**Task statement**
The required lines are those that contain "fvheat"; pull them out of the data and copy them.

**Dataset**
--------------------------------

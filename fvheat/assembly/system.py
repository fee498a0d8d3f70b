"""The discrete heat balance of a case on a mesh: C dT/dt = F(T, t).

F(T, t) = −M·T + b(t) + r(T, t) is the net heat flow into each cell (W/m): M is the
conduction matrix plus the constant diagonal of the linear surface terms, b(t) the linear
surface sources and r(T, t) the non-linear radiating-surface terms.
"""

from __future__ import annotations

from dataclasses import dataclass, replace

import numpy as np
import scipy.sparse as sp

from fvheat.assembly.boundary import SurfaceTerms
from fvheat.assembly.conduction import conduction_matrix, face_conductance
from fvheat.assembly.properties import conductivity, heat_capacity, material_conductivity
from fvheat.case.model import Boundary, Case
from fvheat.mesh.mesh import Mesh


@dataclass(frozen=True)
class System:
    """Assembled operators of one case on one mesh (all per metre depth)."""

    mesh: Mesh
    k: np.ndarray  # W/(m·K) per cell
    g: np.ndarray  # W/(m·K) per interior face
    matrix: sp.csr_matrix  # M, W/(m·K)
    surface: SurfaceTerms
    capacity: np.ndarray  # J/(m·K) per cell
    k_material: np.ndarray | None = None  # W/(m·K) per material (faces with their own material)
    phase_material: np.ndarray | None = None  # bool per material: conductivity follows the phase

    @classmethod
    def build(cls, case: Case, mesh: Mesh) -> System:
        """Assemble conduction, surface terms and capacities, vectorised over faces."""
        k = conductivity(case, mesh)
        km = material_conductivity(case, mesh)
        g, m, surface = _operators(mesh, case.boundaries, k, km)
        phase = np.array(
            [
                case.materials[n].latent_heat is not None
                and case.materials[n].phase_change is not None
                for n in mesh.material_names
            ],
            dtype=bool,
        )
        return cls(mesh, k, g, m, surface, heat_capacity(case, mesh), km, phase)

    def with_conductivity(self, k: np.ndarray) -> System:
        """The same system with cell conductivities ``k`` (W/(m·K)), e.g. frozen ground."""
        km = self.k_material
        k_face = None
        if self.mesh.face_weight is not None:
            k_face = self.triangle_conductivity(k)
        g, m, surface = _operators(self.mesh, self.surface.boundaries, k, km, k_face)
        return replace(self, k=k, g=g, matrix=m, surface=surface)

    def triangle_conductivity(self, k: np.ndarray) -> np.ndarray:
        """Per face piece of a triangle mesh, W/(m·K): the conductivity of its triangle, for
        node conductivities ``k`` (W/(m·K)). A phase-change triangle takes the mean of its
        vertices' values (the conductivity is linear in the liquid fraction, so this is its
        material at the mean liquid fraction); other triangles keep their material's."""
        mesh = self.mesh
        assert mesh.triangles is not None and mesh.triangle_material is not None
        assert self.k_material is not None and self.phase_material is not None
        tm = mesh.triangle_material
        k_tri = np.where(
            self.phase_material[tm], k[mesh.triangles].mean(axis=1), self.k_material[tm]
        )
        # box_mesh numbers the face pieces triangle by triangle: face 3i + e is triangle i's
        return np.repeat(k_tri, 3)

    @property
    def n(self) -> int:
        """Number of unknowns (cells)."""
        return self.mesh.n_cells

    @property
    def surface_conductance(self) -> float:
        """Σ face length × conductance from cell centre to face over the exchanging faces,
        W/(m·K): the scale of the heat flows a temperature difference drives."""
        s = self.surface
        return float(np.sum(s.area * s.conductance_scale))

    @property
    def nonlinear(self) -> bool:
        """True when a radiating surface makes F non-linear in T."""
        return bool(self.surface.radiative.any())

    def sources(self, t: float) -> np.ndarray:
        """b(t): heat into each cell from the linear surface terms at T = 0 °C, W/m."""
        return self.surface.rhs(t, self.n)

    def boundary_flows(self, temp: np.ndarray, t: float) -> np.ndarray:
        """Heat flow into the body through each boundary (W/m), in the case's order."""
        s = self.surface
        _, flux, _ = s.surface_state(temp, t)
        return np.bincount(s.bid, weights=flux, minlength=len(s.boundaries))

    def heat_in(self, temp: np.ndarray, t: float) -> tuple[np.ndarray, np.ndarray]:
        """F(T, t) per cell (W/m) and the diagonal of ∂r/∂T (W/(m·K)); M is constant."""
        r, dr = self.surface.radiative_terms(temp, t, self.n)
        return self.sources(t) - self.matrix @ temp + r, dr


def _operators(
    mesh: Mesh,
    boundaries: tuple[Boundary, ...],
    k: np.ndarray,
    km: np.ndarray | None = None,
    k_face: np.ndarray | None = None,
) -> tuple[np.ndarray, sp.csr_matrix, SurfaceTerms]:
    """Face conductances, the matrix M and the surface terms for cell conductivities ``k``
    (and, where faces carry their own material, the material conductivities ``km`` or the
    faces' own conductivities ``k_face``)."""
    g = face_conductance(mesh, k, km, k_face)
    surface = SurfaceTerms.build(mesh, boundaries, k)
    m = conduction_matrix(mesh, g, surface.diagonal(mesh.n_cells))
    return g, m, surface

--------------------------------

**Response to this task**
filename fvheat/assembly/system.py
from fvheat.assembly.boundary import SurfaceTerms
from fvheat.assembly.conduction import conduction_matrix, face_conductance
from fvheat.assembly.properties import conductivity, heat_capacity, material_conductivity
from fvheat.case.model import Boundary, Case
from fvheat.mesh.mesh import Mesh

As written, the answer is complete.